Assigned task: Determine the number of lines in the entries below in which the word "telescopeCode" appears, and reply with that number only.

»»

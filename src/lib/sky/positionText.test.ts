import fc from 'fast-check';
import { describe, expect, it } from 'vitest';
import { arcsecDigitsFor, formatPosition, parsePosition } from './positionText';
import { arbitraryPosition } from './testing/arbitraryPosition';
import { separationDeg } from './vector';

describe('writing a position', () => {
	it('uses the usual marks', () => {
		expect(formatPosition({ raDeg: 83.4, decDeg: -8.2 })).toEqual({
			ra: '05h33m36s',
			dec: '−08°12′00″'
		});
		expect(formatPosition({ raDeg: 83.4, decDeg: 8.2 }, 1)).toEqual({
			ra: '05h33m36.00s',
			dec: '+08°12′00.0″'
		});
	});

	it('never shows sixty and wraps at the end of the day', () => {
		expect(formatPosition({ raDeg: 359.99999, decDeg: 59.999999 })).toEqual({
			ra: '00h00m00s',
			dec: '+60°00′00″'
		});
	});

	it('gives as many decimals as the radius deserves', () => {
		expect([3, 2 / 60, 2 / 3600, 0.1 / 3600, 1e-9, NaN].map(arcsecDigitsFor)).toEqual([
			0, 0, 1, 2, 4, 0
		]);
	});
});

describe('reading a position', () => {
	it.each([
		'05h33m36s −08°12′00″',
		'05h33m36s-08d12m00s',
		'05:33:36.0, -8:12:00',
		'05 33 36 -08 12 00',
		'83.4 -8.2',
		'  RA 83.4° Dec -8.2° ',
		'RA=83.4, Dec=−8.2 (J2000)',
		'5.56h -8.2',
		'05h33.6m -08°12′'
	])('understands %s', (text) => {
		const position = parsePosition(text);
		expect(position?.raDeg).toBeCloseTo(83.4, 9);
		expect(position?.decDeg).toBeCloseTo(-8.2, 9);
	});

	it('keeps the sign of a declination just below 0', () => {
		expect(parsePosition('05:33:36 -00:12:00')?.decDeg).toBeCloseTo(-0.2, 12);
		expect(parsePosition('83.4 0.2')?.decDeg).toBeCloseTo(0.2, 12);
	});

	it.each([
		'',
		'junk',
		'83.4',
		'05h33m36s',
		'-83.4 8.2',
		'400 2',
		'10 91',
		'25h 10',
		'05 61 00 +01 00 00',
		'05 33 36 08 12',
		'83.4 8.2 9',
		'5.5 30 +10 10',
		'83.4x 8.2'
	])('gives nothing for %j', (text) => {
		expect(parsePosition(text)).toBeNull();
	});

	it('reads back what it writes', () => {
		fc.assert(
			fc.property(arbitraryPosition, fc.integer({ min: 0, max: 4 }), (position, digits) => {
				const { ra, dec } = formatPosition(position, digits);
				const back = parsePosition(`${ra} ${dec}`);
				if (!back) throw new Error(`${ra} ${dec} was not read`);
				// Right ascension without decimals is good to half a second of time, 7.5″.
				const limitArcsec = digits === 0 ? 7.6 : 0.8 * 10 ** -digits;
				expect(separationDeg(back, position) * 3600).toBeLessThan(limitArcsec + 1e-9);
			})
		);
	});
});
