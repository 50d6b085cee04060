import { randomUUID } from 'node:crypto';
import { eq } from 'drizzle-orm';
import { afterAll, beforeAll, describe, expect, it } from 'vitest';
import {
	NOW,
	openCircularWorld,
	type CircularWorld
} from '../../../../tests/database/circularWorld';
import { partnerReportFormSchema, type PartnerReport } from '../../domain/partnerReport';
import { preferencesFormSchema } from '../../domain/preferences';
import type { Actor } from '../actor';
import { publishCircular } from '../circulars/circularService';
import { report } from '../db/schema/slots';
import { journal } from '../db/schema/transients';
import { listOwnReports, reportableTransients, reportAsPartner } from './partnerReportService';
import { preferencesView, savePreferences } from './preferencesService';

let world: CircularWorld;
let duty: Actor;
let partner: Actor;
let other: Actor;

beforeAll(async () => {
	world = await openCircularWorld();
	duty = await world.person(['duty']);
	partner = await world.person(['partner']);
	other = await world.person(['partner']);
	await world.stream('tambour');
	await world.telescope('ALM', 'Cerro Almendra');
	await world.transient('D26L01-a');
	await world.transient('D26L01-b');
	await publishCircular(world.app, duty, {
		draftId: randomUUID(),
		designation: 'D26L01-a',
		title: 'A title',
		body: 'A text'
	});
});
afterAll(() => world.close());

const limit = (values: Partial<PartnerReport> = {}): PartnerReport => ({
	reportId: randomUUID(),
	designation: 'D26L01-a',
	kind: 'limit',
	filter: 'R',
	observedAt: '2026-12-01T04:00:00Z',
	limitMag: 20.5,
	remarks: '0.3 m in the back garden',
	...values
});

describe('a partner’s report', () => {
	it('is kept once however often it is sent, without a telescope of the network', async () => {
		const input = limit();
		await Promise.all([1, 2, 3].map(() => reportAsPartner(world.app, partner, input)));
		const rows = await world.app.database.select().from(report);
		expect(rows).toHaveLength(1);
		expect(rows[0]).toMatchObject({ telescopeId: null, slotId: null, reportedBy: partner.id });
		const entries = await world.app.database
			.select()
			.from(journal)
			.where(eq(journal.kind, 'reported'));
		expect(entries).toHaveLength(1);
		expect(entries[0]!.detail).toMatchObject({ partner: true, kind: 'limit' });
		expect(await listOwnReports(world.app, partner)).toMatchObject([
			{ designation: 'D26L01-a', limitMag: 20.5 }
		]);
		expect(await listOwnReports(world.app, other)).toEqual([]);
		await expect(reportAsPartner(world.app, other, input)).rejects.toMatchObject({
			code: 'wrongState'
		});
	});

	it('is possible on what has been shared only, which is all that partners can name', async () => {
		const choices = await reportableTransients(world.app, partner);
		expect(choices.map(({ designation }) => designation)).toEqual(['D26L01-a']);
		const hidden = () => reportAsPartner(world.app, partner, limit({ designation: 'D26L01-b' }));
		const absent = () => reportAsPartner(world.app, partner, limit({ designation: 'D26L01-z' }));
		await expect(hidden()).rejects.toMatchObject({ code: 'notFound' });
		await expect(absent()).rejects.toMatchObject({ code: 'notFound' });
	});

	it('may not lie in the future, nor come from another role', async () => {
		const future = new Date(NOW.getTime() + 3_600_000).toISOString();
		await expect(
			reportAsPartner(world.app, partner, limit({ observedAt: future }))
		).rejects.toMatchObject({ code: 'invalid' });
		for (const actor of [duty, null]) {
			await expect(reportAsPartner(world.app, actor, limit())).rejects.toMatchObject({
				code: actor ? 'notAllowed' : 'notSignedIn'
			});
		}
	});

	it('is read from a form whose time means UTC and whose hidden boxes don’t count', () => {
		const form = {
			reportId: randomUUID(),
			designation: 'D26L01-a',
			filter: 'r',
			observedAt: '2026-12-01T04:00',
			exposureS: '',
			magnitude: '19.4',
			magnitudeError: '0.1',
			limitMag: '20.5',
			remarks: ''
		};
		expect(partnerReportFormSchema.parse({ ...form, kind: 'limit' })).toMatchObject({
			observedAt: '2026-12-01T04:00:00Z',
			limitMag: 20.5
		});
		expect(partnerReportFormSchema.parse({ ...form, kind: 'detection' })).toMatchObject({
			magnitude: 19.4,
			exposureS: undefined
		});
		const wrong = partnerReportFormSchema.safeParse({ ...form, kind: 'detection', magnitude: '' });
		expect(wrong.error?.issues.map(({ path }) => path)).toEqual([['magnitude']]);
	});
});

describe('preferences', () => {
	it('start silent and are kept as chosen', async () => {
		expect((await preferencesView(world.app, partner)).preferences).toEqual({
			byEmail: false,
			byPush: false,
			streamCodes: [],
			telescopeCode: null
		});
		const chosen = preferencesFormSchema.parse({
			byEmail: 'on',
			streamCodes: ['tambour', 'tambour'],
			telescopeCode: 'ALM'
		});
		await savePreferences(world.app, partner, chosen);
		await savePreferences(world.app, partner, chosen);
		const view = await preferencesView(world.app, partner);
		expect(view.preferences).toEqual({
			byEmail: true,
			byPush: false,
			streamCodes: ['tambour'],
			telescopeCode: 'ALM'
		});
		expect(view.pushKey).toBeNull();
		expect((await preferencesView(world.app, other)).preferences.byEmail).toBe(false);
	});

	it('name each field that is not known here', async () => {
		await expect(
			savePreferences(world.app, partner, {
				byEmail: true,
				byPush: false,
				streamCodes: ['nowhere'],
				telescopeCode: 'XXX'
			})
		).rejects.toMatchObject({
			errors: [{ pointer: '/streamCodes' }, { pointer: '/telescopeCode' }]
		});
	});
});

««

Reply: 5